State-controlled Russian television has in the past often scoffed at Mr. Lukashenko, a former state farm manager, as a buffoon and ingrate. Its coverage sharply shifted on Monday to paint him as a resolute leader fighting to defend his country against the machinations of Western intelligence services.
This matched Mr. Lukashenko’s own account of the mayhem that has gripped much of his country. On Monday, he claimed that protests, along with the country’s internet shut-off, had been engineered from abroad, accusing Britain, Poland and the Czech Republic of “controlling” demonstrators.
Poland, Belarus’s neighbor to the west, infuriated Mr. Lukashenko on Monday by calling for an emergency summit meeting of European leaders to discuss how to respond to what it denounced as a fraudulent election and needlessly violent police action against protesters.
Britain condemned the election as “seriously flawed” and the Czech Republic said it “cannot be labeled free and democratic.”

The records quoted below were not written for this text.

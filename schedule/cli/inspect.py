"""``schedule inspect family.h5 [--json] [--evidence]``: summary, interpolant, leave-one-out.

Inspecting reads the file and computes nothing long: what sets gamma_opt at each
point comes from the stored generalized plants (one quick existence test per point,
:func:`schedule.hinf.gamma_opt_limits`; no model code runs); the leave-one-out table is
shown when the family file holds it (``schedule design`` stores it); for a
family written with ``--no-fit`` it is computed only on request (``--evidence``).
"""

from __future__ import annotations

import json
import math

import click
import numpy as np

from ..errors import ScheduleError


def _num(v) -> float | None:
    v = float(v)
    return v if math.isfinite(v) else None


def _point(names, row) -> dict:
    return {n: float(x) for n, x in zip(names, row, strict=True)}


def _loo_rows(evidence) -> list[dict]:
    rows = []
    for r in evidence:
        rows.append({"form": r.form, "kind": r.kind, "points": int(len(r.stable)),
                     "unstable": r.n_unstable, "max_norm_over_gamma": _num(r.max_norm_ratio),
                     "max_stable_norm_over_gamma": _num(r.max_stable_norm_ratio),
                     "median_matrix_error": _num(r.median_error), "failure": r.failure,
                     "norms": r.norm_status})
    return rows


def _design_of(family):
    """The family's stored design (None when absent or unreadable); nothing is imported."""
    if not family.design_text:
        return None
    from ..design_file import parse_design
    from ..store import family_base_dir

    try:
        return parse_design(family.design_text, family_base_dir(family) or ".")
    except (ScheduleError, ValueError):
        return None


def _same(lo: float, hi: float) -> bool:
    return hi <= lo * (1 + 1e-4)


def _range(lo: float, hi: float) -> str:
    return f"{lo:.5g}" if _same(lo, hi) else f"{lo:.5g} .. {hi:.5g}"


LIMIT_MAX_POINTS = 1000  # above this many ok points, what sets gamma_opt is tested on a subset


def gamma_opt_limit_groups(family, max_points: int = LIMIT_MAX_POINTS) -> dict:
    """What sets gamma_opt at the family's ok points, grouped (JSON-ready).

    Every ok point's stored generalized plant is tested just below its gamma_opt
    (:func:`schedule.hinf.gamma_opt_limits`); points with the same cause (and, for the
    D11 bound, the same z and w channels of the D11 block) form one group. For the
    other causes the channels are those whose halving alone lowers gamma_opt at the
    group's largest gamma_opt (:func:`schedule.hinf.limit_channels`). Groups are
    ordered by their largest gamma_opt, so the first holds the point that sets the
    common gamma. A family of more than ``max_points`` ok points is tested at
    ``max_points`` of them, evenly spaced in point order, plus those of the largest and
    the smallest gamma_opt (about 1 ms per point tested); ``tested`` and ``ok_points``
    say so.
    """
    from ..hinf import LIMIT_CAUSES, LIMIT_RTOL, gamma_opt_limits, limit_channels
    from ..plant import PLANT_KEYS, GeneralizedPlant

    opt = np.asarray(family.gamma_opt, dtype=float)
    ok = np.flatnonzero(family.ok & np.isfinite(opt))
    n_ok = int(ok.size)
    if n_ok > max_points >= 2:
        pick = np.round(np.linspace(0, n_ok - 1, max_points)).astype(int)
        ends = [int(np.argmax(opt[ok])), int(np.argmin(opt[ok]))]
        ok = ok[np.unique(np.concatenate([pick, ends]))]
    plants = [GeneralizedPlant(**{k: family.plant[k][i] for k in PLANT_KEYS}) for i in ok]
    limits = gamma_opt_limits(plants, opt[ok])
    zn, wn = family.performance_names, family.exogenous_names
    groups: dict[tuple, list[int]] = {}
    for k, lim in enumerate(limits):
        key = (lim.cause, lim.z, lim.w, lim.block) if lim.cause == "d11" else (lim.cause,)
        groups.setdefault(key, []).append(k)
    out = []
    for key, members in groups.items():
        idx = ok[members]
        g = opt[idx]
        top = int(idx[int(np.argmax(g))])
        item = {"cause": key[0], "description": LIMIT_CAUSES[key[0]], "points": len(idx),
                "of": int(len(ok)), "gamma_opt_min": float(g.min()),
                "gamma_opt_max": float(g.max()), "index_of_max": top,
                "point_of_max": _point(family.variable_names, family.points[top]),
                "indices": [int(i) for i in idx]}
        if key[0] in ("state_feedback", "output_injection", "sub_problems", "coupling"):
            # the channels, at the group's largest gamma_opt (a few existence tests)
            zs, ws = limit_channels(plants[members[int(np.argmax(g))]], float(g.max()))
            item["z_channels"] = [zn[i] if i < len(zn) else f"z{i}" for i in zs]
            item["w_channels"] = [wn[j] if j < len(wn) else f"w{j}" for j in ws]
            item["all_channels"] = len(zs) == len(zn) and len(ws) == len(wn)
        if key[0] == "d11":
            lims = [limits[k] for k in members]
            norms = np.array([lim.bound for lim in lims])
            first = lims[0]
            item.update({
                "z": zn[first.z] if 0 <= first.z < len(zn) else f"z{first.z}",
                "w": wn[first.w] if 0 <= first.w < len(wn) else f"w{first.w}",
                "z_share_min": min(lim.z_share for lim in lims),
                "w_share_min": min(lim.w_share for lim in lims),
                "block": first.block, "block_norm_min": float(norms.min()),
                "block_norm_max": float(norms.max())})
        out.append(item)
    out.sort(key=lambda it: -it["gamma_opt_max"])
    return {"tolerance": LIMIT_RTOL, "tested": int(ok.size), "ok_points": n_ok, "groups": out}


def _limit_lines(limits: dict) -> list[str]:
    lines = []
    sampled = limits.get("tested", 0) < limits.get("ok_points", 0)
    for it in limits["groups"]:
        tested = " tested" if sampled else ""
        where = (f"at all {it['points']}{tested} points" if it["points"] == it["of"]
                 else f"at {it['points']} of {it['of']}{tested} points")
        if sampled:
            where += f" (of {limits['ok_points']} ok points, evenly spaced)"
        text = (f"gamma_opt {_range(it['gamma_opt_min'], it['gamma_opt_max'])} {where} is "
                f"set by {it['description']}")
        if it["cause"] == "d11":
            z, w = f"z '{it['z']}'", f"w '{it['w']}'"
            if it["z_share_min"] < 0.95:
                z += f" (mostly; {it['z_share_min']:.0%} of the direction)"
            if it["w_share_min"] < 0.95:
                w += f" (mostly; {it['w_share_min']:.0%} of the direction)"
            text += (f": {z} / {w} (||D11 block|| = "
                     f"{_range(it['block_norm_min'], it['block_norm_max'])})")
        elif "z_channels" in it:
            zs, ws = it["z_channels"], it["w_channels"]
            if it["all_channels"]:
                text += "; every z and w channel takes part (halving any one lowers it)"
            elif zs or ws:
                names = " / ".join(part for part in (
                    ("z " + ", ".join(f"'{n}'" for n in zs)) if zs else "",
                    ("w " + ", ".join(f"'{n}'" for n in ws)) if ws else "") if part)
                text += f": {names} (halving any one of these alone lowers it)"
            else:
                text += "; no single channel (halving any one alone leaves it)"
        lines.append(text)
    return lines


def inspect_family(path: str, evidence: bool = False, progress=None, jobs: int = 1) -> dict:
    """The information `schedule inspect` prints, as a JSON-ready dict.

    The leave-one-out table comes from the file; when the file has none it is computed
    only with ``evidence=True`` (the choice of :func:`schedule.interpolate.choose`,
    with the costly-kinds limit of the family's design text, on ``jobs`` workers).
    """
    from ..coordinates import check_family_coordinates
    from ..interpolate import (
        COSTLY_KINDS_MAX_POINTS,
        ScheduledController,
        choose,
        evidence_from_arrays,
        evidence_notes,
    )
    from ..store import read_family

    f = read_family(path)
    names = f.variable_names
    ok = f.ok
    opt = np.asarray(f.gamma_opt, dtype=float)
    info: dict = {
        "file": str(path),
        "variables": [{"name": v.name, "unit": v.unit, "lower": v.lower, "upper": v.upper}
                      for v in f.variables],
        "points": int(len(f.points)), "ok": int(ok.sum()), "failed": int((~ok).sum()),
        "grid": None if f.breakpoints is None else [int(len(b)) for b in f.breakpoints],
        "gamma": float(f.gamma),
        "failures": [{"index": int(i), "point": _point(names, f.points[i]),
                      "reason": str(f.reasons[i])} for i in np.flatnonzero(~ok)],
    }
    if np.isfinite(opt).any():
        lo, hi = int(np.nanargmin(opt)), int(np.nanargmax(opt))
        info["gamma_opt_min"] = {"value": float(opt[lo]), "index": lo,
                                 "point": _point(names, f.points[lo])}
        info["gamma_opt_max"] = {"value": float(opt[hi]), "index": hi,
                                 "point": _point(names, f.points[hi])}
        try:
            info["gamma_opt_limits"] = gamma_opt_limit_groups(f)
        except (ScheduleError, ValueError, np.linalg.LinAlgError) as exc:
            info["gamma_opt_limits"] = {"error": str(exc), "groups": []}
    info["interpolant"] = None
    if f.interpolant:
        try:
            info["interpolant"] = ScheduledController.from_family(f).describe()
        except ScheduleError as exc:
            info["interpolant"] = {"error": str(exc)}
    table, source = evidence_from_arrays(f.extra), "file"
    chosen = str(f.extra.get("loo_chosen", "")) if table else ""
    notes = evidence_notes(f.extra) if table else []
    if table is None and evidence and ok.sum() >= 2:
        limit = COSTLY_KINDS_MAX_POINTS
        spec = _design_of(f)
        if spec is not None:
            limit = spec.interpolation.costly_kinds_max_points
        try:
            choice = choose(f, progress=progress, costly_kinds_max_points=limit, jobs=jobs)
            table, source = choice.evidence, "computed"
            chosen, notes = f"{choice.controller.form}/{choice.controller.kind}", \
                list(choice.notes)
        except ScheduleError as exc:
            table, source = [], f"not computed: {exc}"
    elif table is None:
        source = ("absent (computed only on request: schedule inspect FILE --evidence; "
                  f"{int(ok.sum())} ok points)") if ok.sum() >= 2 else "absent"
    info["leave_one_out"] = {"source": source, "best": chosen or None,
                             "table": _loo_rows(table or []), "notes": notes}
    try:
        rep = check_family_coordinates(f) if ok.sum() >= 2 else None
        info["coordinates"] = None if rep is None else (
            {"ok": rep.ok, "suspects": [int(k) for k in rep.suspects], "message": rep.message})
    except ScheduleError as exc:
        info["coordinates"] = {"ok": None, "suspects": [], "message": str(exc)}
    return info


def _text(v) -> str:
    return ", ".join(f"{k}={x:g}" for k, x in v.items())


def _fmt(v, spec: str = ".4g") -> str:
    return "-" if v is None else format(v, spec)


def _print(info: dict) -> None:
    echo = click.echo
    echo(f"family file   {info['file']}")
    for v in info["variables"]:
        echo(f"variable      {v['name']} [{v['unit']}] {v['lower']:g} .. {v['upper']:g}")
    grid = "scattered" if info["grid"] is None else "grid " + " x ".join(map(str, info["grid"]))
    echo(f"points        {info['points']} ({info['ok']} ok, {info['failed']} failed; {grid})")
    if "gamma_opt_min" in info:
        lo, hi = info["gamma_opt_min"], info["gamma_opt_max"]
        echo(f"gamma_opt     {lo['value']:.5g} at {_text(lo['point'])} .. "
             f"{hi['value']:.5g} at {_text(hi['point'])}")
        limits = info.get("gamma_opt_limits") or {}
        if limits.get("error"):
            echo(f"limit         not determined: {limits['error']}")
        for line in _limit_lines(limits) if limits.get("groups") else []:
            echo(f"limit         {line}")
    echo(f"common gamma  {info['gamma']:.5g}")
    for item in info["failures"]:
        echo(f"failed        [{item['index']}] {_text(item['point'])}: {item['reason']}")
    it = info["interpolant"]
    if it is None:
        echo("interpolant   none stored")
    elif "error" in it:
        echo(f"interpolant   unreadable: {it['error']}")
    else:
        settings = ", ".join(f"{k}={v:.4g}" if isinstance(v, float) else f"{k}={v}"
                             for k, v in it["settings"].items()
                             if k not in ("kind", "n_variables", "n_values"))
        echo(f"interpolant   {it['form']}/{it['kind']}" + (f" ({settings})" if settings else ""))
    coords = info.get("coordinates")
    if coords and coords.get("message"):
        echo(f"coordinates   {coords['message']}")
    elif coords:
        echo("coordinates   consistent (no neighbour pair differs much more in matrices than "
             "in response)")
    loo = info["leave_one_out"]
    if not loo["table"]:
        echo(f"leave-one-out {loo['source']}")
        return
    echo(f"leave-one-out ({loo['source']}; best {loo['best'] or '-'}):")
    echo(f"  {'form/kind':<28} {'unstable':>8} {'max |T|/gamma':>14} {'median err':>11}"
         "   (max over the stable predictions; err = relative Frobenius error)")
    for r in loo["table"]:
        label = f"{r['form']}/{r['kind']}"
        if r["failure"]:
            echo(f"  {label:<28} failed: {r['failure']}")
            continue
        peak = r["max_stable_norm_over_gamma"]
        peak = {"bound": f"> {_fmt(peak)}", "skipped": "-"}.get(r.get("norms"), _fmt(peak))
        echo(f"  {label:<28} {r['unstable']:>3}/{r['points']:<4} "
             f"{peak:>14} {_fmt(r['median_matrix_error']):>11}")
    if any(r.get("norms") != "complete" for r in loo["table"] if not r["failure"]):
        echo("  (> x: norms stopped once one exceeded the best candidate's maximum; -: not "
             "computed, more unstable predictions than the best)")
    for note in loo.get("notes", []):
        echo(f"  note: {note}")


@click.command("inspect")
@click.argument("family_file", type=click.Path(exists=True, dir_okay=False))
@click.option("--json", "as_json", is_flag=True, help="Print the summary as JSON.")
@click.option("--evidence", is_flag=True,
              help="Compute the leave-one-out table when the file does not hold one "
                   "(a family designed with --no-fit); this can take as long as fitting.")
@click.option("--jobs", "-j", default=1, show_default=True, type=click.IntRange(min=1),
              help="Worker processes for --evidence.")
def inspect_command(family_file: str, as_json: bool, evidence: bool, jobs: int) -> None:
    """Summarize FAMILY_FILE: points, gamma and what sets it, interpolant, leave-one-out.

    The 'limit' lines say what sets gamma_opt: the D11 bound (with the z and w channels
    of the D11 block), the state-feedback or output-injection sub-problem, or the
    coupling condition rho(XY) < gamma^2, and which channels take part (halving one
    alone lowers gamma_opt).

    Reads the file (and tests the stored plants near gamma_opt); nothing long is
    computed unless --evidence asks for the leave-one-out table of a family that has
    none. That table predicts every design
    point from the others with each candidate interpolant (closed forms, no refits)
    and closes the predicted controller with the true plant there (max |T|/gamma over
    the stable predictions; 'unstable' counts the others).
    """
    from .common import progress_bar

    with progress_bar(False, "read family") as bar:
        info = inspect_family(family_file, evidence=evidence, progress=bar, jobs=jobs)
    if as_json:
        click.echo(json.dumps(info, indent=2))
    else:
        _print(info)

The European Union imposed tough sanctions on Belarus in 2004, after an earlier round of repression, but lifted most of these in 2016, hoping that Mr. Lukashenko might moderate his autocratic tendencies.
With those hopes now in tatters after the flawed election and the violence that followed, pressure is growing for a new wave of sanctions.
But Mr. Lukashenko could be saved by Hungary, whose own authoritarian leader, Viktor Orban, visited Minsk in June and called for an end to all efforts to punish Belarus. European Union sanctions require the assent of all member countries, meaning that Hungary could block any push to take action against Belarus.